Anyhow, I guess this is OT for this thread, and really belongs in the wheelbuilding thread...


Also: Everhard and StefanG>>>> Would love to hear more about your Farsports SVT-T5 rims. There is a thread dedicated to just these rims, that could really use some actual hands-on experience info from you: http://weightweenies.starbike.com/forum/viewtopic.php?f=3&t=71057&hilit=lacing+50mm+tubs&start=60

:)

pino76
Posts: 48
Joined: Sun Sep 19, 2010 3:52 pm
Location: Netherlands

by pino76

Illuminate wrote:
pino76 wrote:I build a set of farsport 20 mm tubular rims and soul prodigy hubs. the front wheel was no problem at all but i had trouble with the stiffnes of the rear wheel.
I built this wheel with 288mm dt comp. (2x ds) and 288 mm dt rev. (radial nds). after the first ride i noticed a crack in the rim at the valve hole. I think this was because the rear was flexi as hell :evil: the rim is too light for rear built.
tension was 210 kg (ds) and 70 kg (nds)
I am 85 kg.... 8)

What should I do? build the rear with 38mm rim, or order a heavyer (more durable) 20 mm rim??

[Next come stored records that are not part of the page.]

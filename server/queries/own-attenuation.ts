/**
 * SQL: what is known of a protector on its wearer, on a date. Every argument is an SQL expression.
 */

/** Tests of a worker and a model up to a date, the latest first; another size than the assigned one says nothing of it. */
const testsOf = (worker: string, model: string, size: string, date: string, condition: string) =>
  `SELECT v.id FROM fit_tests f JOIN fit_test_revisions v ON v.id = f.current_revision_id
   WHERE f.worker_id = ${worker} AND f.model_id = ${model} AND NOT f.is_void AND f.tested_on <= ${date} AND ${condition}
     AND (${size} IS NULL OR v.size IS NULL OR v.size = ${size})
   ORDER BY f.tested_on DESC, f.created_at DESC LIMIT 1`;

/** The revision of the fit test that counts: the latest, passed or not. */
export const fitInForce = (worker: string, model: string, size: string, date: string): string =>
  `(${testsOf(worker, model, size, date, "v.par_db IS NOT NULL")})`;

/** The revision that says whether the active part does its work on this worker. */
export const activeCheckInForce = (
  worker: string,
  model: string,
  size: string,
  date: string,
): string => `(${testsOf(worker, model, size, date, "v.active_passed IS NOT NULL")})`;

/** Test data of two models worn together. */
export const combinationInForce = (inner: string, outer: string, date: string): string =>
  `(SELECT c.id FROM protector_combinations c WHERE c.inner_model_id = ${inner} AND c.outer_model_id = ${outer} AND c.effective_from <= ${date}
    ORDER BY c.effective_from DESC, c.number DESC LIMIT 1)`;

/** Looks older than this say little of today. Common practice, no source. */
const LOOKS_COUNT_FOR = "1 year";

/** How often a worker was seen wearing it in a task and how often seen at all, as a JSON pair; null: never looked. */
export const wearingSeen = (worker: string, task: string, date: string): string =>
  `(SELECT json_build_array(sum(l.worn_count), sum(l.seen_count)) FROM wearing_looks l JOIN wearing_rounds o ON o.id = l.round_id
    WHERE l.worker_id = ${worker} AND l.task_id = ${task} AND l.seen_on <= ${date} AND l.seen_on > ${date} - interval '${LOOKS_COUNT_FOR}'
      AND o.struck_reason IS NULL HAVING count(*) > 0)`;
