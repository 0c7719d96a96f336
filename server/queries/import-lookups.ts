import { rows } from "../lib/db";
import { groupBy } from "../lib/group-by";

export interface ImportWorker {
  id: string;
  employeeNumber: string;
  hiredOn: string;
  leftOn: string | null;
}

/** Workers of a site by employee number; those whom one of its crews has or had on loan are among them. */
export async function workersByNumber(
  siteId: string,
  numbers: Iterable<string>,
): Promise<Map<string, ImportWorker>> {
  const found = await rows<ImportWorker>(
    `SELECT w.id, w.employee_number AS "employeeNumber", w.hired_on::text AS "hiredOn", w.left_on::text AS "leftOn"
     FROM workers w JOIN jsonb_array_elements_text(CAST(:numbers AS jsonb)) n ON n = w.employee_number
     WHERE w.site_id = :siteId OR EXISTS (SELECT 1 FROM crew_memberships m JOIN crews c ON c.id = m.crew_id WHERE m.worker_id = w.id AND c.site_id = :siteId)`,
    { siteId, numbers: JSON.stringify([...new Set(numbers)]) },
  );
  return new Map(found.map((worker) => [worker.employeeNumber, worker]));
}

export async function idsByName(
  table: "tasks" | "crews",
  siteId: string,
): Promise<Map<string, string>> {
  const found = await rows<{ id: string; name: string }>(
    `SELECT id, name FROM ${table} WHERE site_id = :siteId`,
    { siteId },
  );
  return new Map(found.map(({ id, name }) => [name.normalize("NFC"), id]));
}

interface Membership {
  workerId: string;
  crewId: string;
  fromDate: string;
  /** The last day, or null. */
  toDate: string | null;
  isLoan: boolean;
}

/** The crew of a site with which a worker was on a date, a loan last; by the memberships of that date. */
export async function crewOn(
  siteId: string,
  workerIds: Iterable<string>,
): Promise<(workerId: string, date: string) => string | null> {
  const found = await rows<Membership>(
    `SELECT m.worker_id AS "workerId", m.crew_id AS "crewId", lower(m.valid)::text AS "fromDate", (upper(m.valid) - 1)::text AS "toDate", m.is_loan AS "isLoan"
     FROM crew_memberships m JOIN crews c ON c.id = m.crew_id
     WHERE c.site_id = :siteId AND m.worker_id = ANY (CAST(:ids AS uuid[])) ORDER BY m.is_loan, lower(m.valid) DESC`,
    { siteId, ids: `{${[...new Set(workerIds)].join(",")}}` },
  );
  const byWorker = groupBy(found, ({ workerId }) => workerId);
  return (workerId, date) =>
    byWorker
      .get(workerId)
      ?.find(({ fromDate, toDate }) => fromDate <= date && (toDate === null || date <= toDate))
      ?.crewId ?? null;
}
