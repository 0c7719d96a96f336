import type { PlanStepView, PlanView } from "../../shared/schemas/plan";
import { row, rows } from "../lib/db";
import { type Actor, visible } from "../lib/policy";
import { findingPolicy, planPolicy } from "../policies";

interface StepRow extends Omit<PlanStepView, "mends"> {
  findingId: string | null;
  control: NonNullable<PlanStepView["mends"]>["control"];
  findingKind: string;
  workerName: string | null;
  measureId: string | null;
}

const SELECT_STEPS = `SELECT k.id, k.what, k.owner_id AS "ownerId", o.name AS "ownerName", k.due_on::text AS "dueOn", k.state,
    k.marked_on::text AS "markedOn", k.reason, k.revision, k.measure_id AS "measureId", m.finding_id AS "findingId", m.control,
    f.kind AS "findingKind", w.name AS "workerName"
  FROM plan_steps k LEFT JOIN users o ON o.id = k.owner_id LEFT JOIN finding_measures m ON m.id = k.measure_id
    LEFT JOIN findings f ON f.id = m.finding_id LEFT JOIN workers w ON w.id = f.worker_id`;

const present = ({
  findingId,
  control,
  findingKind,
  workerName,
  measureId: _,
  ...step
}: StepRow): PlanStepView => ({
  ...step,
  mends: findingId === null ? null : { findingId, control, kind: findingKind, workerName },
});

/** A plan's steps, the next one first. */
export async function stepsOf(planId: string): Promise<PlanStepView[]> {
  const found = await rows<StepRow>(
    `${SELECT_STEPS} WHERE k.plan_id = :planId ORDER BY k.due_on, k.created_at, k.id`,
    { planId },
  );
  return found.map(present);
}

/** One step of a plan, locked, and the measure that it is; null where the plan has no such step. */
export async function findStep(
  planId: string,
  id: string,
): Promise<{ step: PlanStepView; measureId: string | null } | null> {
  const found = await row<StepRow>(
    `${SELECT_STEPS} WHERE k.plan_id = :planId AND k.id = :id FOR UPDATE OF k`,
    { planId, id },
  );
  return found && { step: present(found), measureId: found.measureId };
}

/** Who may have a step of a plan in hand: whoever may mark it, a site's officers. */
export const stepOwners = (siteId: string) =>
  rows<{ id: string; name: string }>(
    `SELECT u.id, u.name FROM users u WHERE u.revoked_at IS NULL AND EXISTS (SELECT 1 FROM role_grants g
       WHERE g.user_id = u.id AND g.role = 'officer' AND g.revoked_at IS NULL AND (g.ends_at IS NULL OR g.ends_at > now())
         AND (g.site_id IS NULL OR g.site_id = :siteId)) ORDER BY u.name, u.id`,
    { siteId },
  );

const FINDINGS_AT_MOST = 50;

/** Open findings of people, which a step may mend. */
export const findingsToMend = (
  actor: Actor,
  workerIds: readonly string[],
): Promise<PlanView["findings"]> =>
  rows(
    `SELECT f.id, f.kind, w.name AS "workerName" FROM findings f JOIN workers w ON w.id = f.worker_id
     WHERE f.worker_id = ANY (CAST(:ids AS uuid[])) AND f.state <> 'closed' AND ${visible(findingPolicy, actor, "f")}
     ORDER BY w.name, f.kind, f.id LIMIT ${FINDINGS_AT_MOST}`,
    { ids: `{${workerIds.join(",")}}` },
  );

/** Open steps in this person's hands that are due within two weeks, of plans that are followed. */
export const ownStepsDue = (
  actor: Actor,
  siteId: string | undefined,
): Promise<{ id: string; planId: string; what: string; dueOn: string }[]> =>
  rows(
    `SELECT k.id, k.plan_id AS "planId", k.what, k.due_on::text AS "dueOn" FROM plan_steps k JOIN plans p ON p.id = k.plan_id
     WHERE k.state = 'open' AND k.owner_id = :userId AND k.due_on <= current_date + 14 AND p.put_aside_reason IS NULL
       AND ${visible(planPolicy, actor, "p")} ${siteId ? "AND p.site_id = :siteId" : ""}
     ORDER BY k.due_on, k.created_at, k.id LIMIT 20`,
    { userId: actor.userId, siteId },
  );
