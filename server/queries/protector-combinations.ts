import type { CombinationView } from "../../shared/schemas/protector";
import { rows } from "../lib/db";
import { combinationInForce } from "./own-attenuation";

export type CombinationRow = Omit<CombinationView, "createdAt"> & { createdAt: Date };

/** Test data of the pairs that a model the actor may see is one of: by pair, and of each pair the latest first. */
export async function listCombinations(modelId: string): Promise<CombinationRow[]> {
  return rows<CombinationRow>(
    `SELECT c.id, c.inner_model_id AS "innerModelId", i.name AS "innerName", c.outer_model_id AS "outerModelId", o.name AS "outerName",
       c.number, c.effective_from::text AS "effectiveFrom", c.bands, c.reason, u.name AS "authorName", c.created_at AS "createdAt",
       c.id IS NOT DISTINCT FROM ${combinationInForce("k.inner_model_id", "k.outer_model_id", "current_date")} AS "isInForce"
     FROM protector_combinations c
     JOIN LATERAL (SELECT c.inner_model_id, c.outer_model_id) k ON TRUE
     JOIN protector_models i ON i.id = c.inner_model_id JOIN protector_models o ON o.id = c.outer_model_id
     LEFT JOIN users u ON u.id = c.author_id
     WHERE :modelId IN (c.inner_model_id, c.outer_model_id)
     ORDER BY i.name, o.name, c.inner_model_id, c.outer_model_id, c.effective_from DESC, c.number DESC`,
    { modelId },
  );
}
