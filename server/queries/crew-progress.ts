import { rows } from "../lib/db";
import { isAbsentOn, isLentOn } from "./attendance";

export interface DayProgress {
  date: string;
  members: number;
  saved: number;
  absent: number;
}

/** How far each of a crew's days is entered, latest first. */
export async function crewProgress(
  crewId: string,
  from: string,
  to: string,
): Promise<DayProgress[]> {
  return rows<DayProgress>(
    `SELECT d.date::date::text AS date,
       (SELECT count(*)::int FROM crew_memberships m JOIN workers w ON w.id = m.worker_id
        WHERE m.crew_id = :crewId AND m.valid @> d.date::date AND (w.left_on IS NULL OR w.left_on >= d.date) AND NOT ${isLentOn("m", "d.date::date")}) AS members,
       (SELECT count(*)::int FROM shifts s WHERE s.crew_id = :crewId AND s.date = d.date AND NOT s.is_void) AS saved,
       (SELECT count(*)::int FROM crew_memberships m WHERE m.crew_id = :crewId AND m.valid @> d.date::date
        AND NOT ${isLentOn("m", "d.date::date")} AND ${isAbsentOn("m.worker_id", "d.date::date")}) AS absent
     FROM generate_series(CAST(:from AS date), CAST(:to AS date), interval '1 day') AS d(date) ORDER BY d.date DESC`,
    { crewId, from, to },
  );
}
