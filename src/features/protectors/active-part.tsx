import { useLingui } from "@lingui/react";
import { activeAttenuationDb, breakEvenHz } from "../../../shared/acoustics/protection/active";
import { OCTAVE_BANDS_HZ } from "../../../shared/acoustics/types";
import { formatDuration } from "../../../shared/format/duration";
import { formatLevel, formatLevelWithUnit } from "../../../shared/format/level";
import { editNumber, fieldNumber, formatNumber, NO_FIGURE } from "../../../shared/format/number";
import type { ProtectorFacts } from "../../../shared/schemas/evaluation";
import { BandPicture } from "../../components/band-picture";
import { DataTable } from "../../components/data-table";
import { useLocale } from "../../lib/i18n";

/** The electronic part, apart from cup or plug: what it credits by band, and where that ends. */
export function ActivePart({ active }: { active: NonNullable<ProtectorFacts["active"]> }) {
  const { i18n } = useLingui();
  const locale = useLocale();
  const credited = activeAttenuationDb(active);
  const { delayS, gain } = active;
  const endsHz = delayS !== null && gain !== null ? breakEvenHz(delayS, gain) : null;
  const facts = [
    {
      key: "source",
      label: i18n.t("Comes from"),
      value:
        active.attenuationDb !== null
          ? i18n.t("its test report, by octave band")
          : delayS !== null && gain !== null
            ? i18n.t("delay {delay} µs and gain {gain}", {
                delay: fieldNumber(delayS * 1e6, locale),
                gain: editNumber(gain, locale),
              })
            : null,
    },
    // Of a test report the bands below say where it does.
    ...(endsHz === null
      ? []
      : [
          {
            key: "break-even",
            label: i18n.t("Adds noise from"),
            value: `${formatNumber(endsHz, 0, locale)} Hz`,
          },
        ]),
    {
      key: "maximum",
      label: i18n.t("At most"),
      value: active.maximumDb === null ? null : formatLevelWithUnit(active.maximumDb, locale),
    },
    {
      key: "bandwidth",
      label: i18n.t("Works up to"),
      value:
        active.bandwidthHz === null ? null : `${formatNumber(active.bandwidthHz, 0, locale)} Hz`,
    },
    {
      key: "saturates",
      label: i18n.t("Saturates above"),
      value:
        active.saturatesAboveDb === null
          ? null
          : i18n.t("{level} dB(A) outside", {
              level: formatLevel(active.saturatesAboveDb, locale),
            }),
    },
    {
      key: "battery",
      label: i18n.t("Battery lasts"),
      value: active.batteryMin === null ? null : formatDuration(active.batteryMin, locale),
    },
  ];
  return (
    <>
      <p className="review-lead">
        {i18n.t(
          "Stored apart from cup or plug. A limit is judged with the active part off, unless the site says otherwise and a passed check of the worker is on record.",
        )}
      </p>
      {credited && (
        <div className="picture-and-table">
          <div>
            <BandPicture
              title={i18n.t(
                "Active attenuation by octave band, dB, 0 in ink; above it the part adds noise. The table beside it says the same",
              )}
              lowDb={-10}
              highDb={30}
              isDownward
              heightPx={180}
              series={[
                { key: "active", label: i18n.t("Active part"), valuesDb: credited, kind: "active" },
              ]}
            />
            <p className="picture-legend">
              {i18n.t(
                "Ring: what the active part takes away further, dB; above the ink line it adds noise.",
              )}
            </p>
          </div>
          <DataTable
            caption={i18n.t("Active attenuation by octave band")}
            rows={OCTAVE_BANDS_HZ.map((hz, band) => ({
              hz,
              statedDb: active.attenuationDb?.[band] ?? null,
              creditedDb: credited[band] ?? null,
            }))}
            rowKey={({ hz }) => String(hz)}
            columns={[
              {
                id: "band",
                head: i18n.t("Band"),
                unit: "Hz",
                kind: "figure",
                isRowHead: true,
                cell: ({ hz }) => hz,
              },
              {
                id: "stated",
                head: i18n.t("Stated"),
                unit: "dB",
                kind: "figure",
                cell: ({ statedDb }) => formatLevel(statedDb, locale),
              },
              {
                id: "credited",
                head: i18n.t("Credited"),
                unit: "dB",
                kind: "figure",
                cell: ({ creditedDb }) => formatLevel(creditedDb, locale),
              },
            ]}
          />
        </div>
      )}
      <dl className="facts">
        {facts.map(({ key, label, value }) => (
          <div key={key}>
            <dt>{label}</dt>
            <dd className={value === null ? "not-assessed" : undefined}>
              {value ?? (key === "break-even" ? NO_FIGURE : i18n.t("not stated"))}
            </dd>
          </div>
        ))}
      </dl>
    </>
  );
}
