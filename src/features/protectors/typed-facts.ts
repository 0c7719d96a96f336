import type {
  BandAttenuation,
  OctaveBandValues,
  ProtectorData,
} from "../../../shared/acoustics/types";
import { OCTAVE_BANDS_HZ, US_LABEL_HZ } from "../../../shared/acoustics/types";

const isNumber = (value: unknown): value is number => typeof value === "number";
const numberOrNull = (value: unknown): number | null => (isNumber(value) ? value : null);
const member = (value: unknown, name: string): unknown =>
  typeof value === "object" && value !== null
    ? (value as Record<string, unknown>)[name]
    : undefined;

/** Eight bands, 63 Hz stated or not. */
function octaves(value: unknown): OctaveBandValues | null {
  return Array.isArray(value) &&
    value.length === OCTAVE_BANDS_HZ.length &&
    (value[0] === null || isNumber(value[0])) &&
    value.slice(1).every(isNumber)
    ? (value as unknown as OctaveBandValues)
    : null;
}

function bandsOf(value: unknown): BandAttenuation | null {
  const meanDb = octaves(member(value, "meanDb"));
  const sdDb = octaves(member(value, "sdDb"));
  return meanDb && sdDb && (meanDb[0] === null) === (sdDb[0] === null) ? { meanDb, sdDb } : null;
}

function usLabelOf(value: unknown): ProtectorData["usLabel"] {
  const [meanDb, sdDb] = [member(value, "meanDb"), member(value, "sdDb")];
  const isWhole = (row: unknown): row is number[] =>
    Array.isArray(row) && row.length === US_LABEL_HZ.length && row.every(isNumber);
  return isWhole(meanDb) && isWhole(sdDb) ? { meanDb, sdDb } : null;
}

/** Two subjects or more, each with the same bands. */
function subjectsOf(value: unknown): readonly OctaveBandValues[] | null {
  if (!Array.isArray(value) || value.length < 2) return null;
  const subjects = value.map(octaves);
  const has63 = subjects[0]?.[0] != null;
  return subjects.every((one) => one !== null && (one[0] !== null) === has63)
    ? (subjects as OctaveBandValues[])
    : null;
}

/** What ratings are compared by. */
export type RatingFacts = Pick<
  ProtectorData,
  "usRatingDb" | "snrDb" | "hDb" | "mDb" | "lDb" | "slc80Db" | "bands" | "usLabel" | "subjectsDb"
>;

/** What a form that is still being typed says so far: whatever is not whole yet, or can't be read, is not stated. */
export function typedFacts(data: unknown): RatingFacts {
  const number = (name: string) => numberOrNull(member(data, name));
  return {
    usRatingDb: number("usRatingDb"),
    snrDb: number("snrDb"),
    hDb: number("hDb"),
    mDb: number("mDb"),
    lDb: number("lDb"),
    slc80Db: number("slc80Db"),
    bands: bandsOf(member(data, "bands")),
    usLabel: usLabelOf(member(data, "usLabel")),
    subjectsDb: subjectsOf(member(data, "subjectsDb")),
  };
}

Pino, i found these sets of articles to be quite useful and well written when considering lacing patterns. The linked other chapters are also quite interesting.

http://spokeanwheel.110mb.com/lacingsr.htm

Your aim should be to even out those spoke tensions to bring down the DS tension and up the NDS
-less chance of a spoke pulling through on the DS when the wheel is loaded
-less chance of the spokes completely unloading on the NDS when they're at the bottom of the wheel's cycle (which leads to a. increased spoke fatigue and b. spokes that lose tension easily (unless the thread is threadlocked with linseed or akin) and therefore an unstable wheel)


All the best, I


thanks for the link. :thumbup:

I relace the wheel with radial (ds) and cross 2x (nds) and see if it makes any difference.
Is a 38mm rim a better choice for the rear? :noidea:

Illuminate
Posts: 404
Joined: Mon May 24, 2010 4:18 am
Location: Australia

by Illuminate

To be honest, I would run it by some other experienced wheel builders on the forum to get their opinion. Zen... Wheelbuilder...

If you do undertake the build, would it be possible to keep us updated with the new tensions and also wheel durability (probably over the in WB thread).

Many thanks!
I

Everhard
Posts: 8
Joined: Wed Nov 03, 2010 10:44 pm

by Everhard

I did just post in the 50mm thread - as I said there nothing to report yet, I have just got the rims, they look good will report more when I start building them up.

That said I wish they would make an 80mm or 90mm deep rim in the 'light version'... Would love to build a set for the tt/ bike.
E.

Adamd
Posts: 32
Joined: Sun Oct 10, 2010 8:59 pm

by Adamd

Did the majority of folks who got the 20mm rims build them up themselves, have a local do it, or send them away to get built?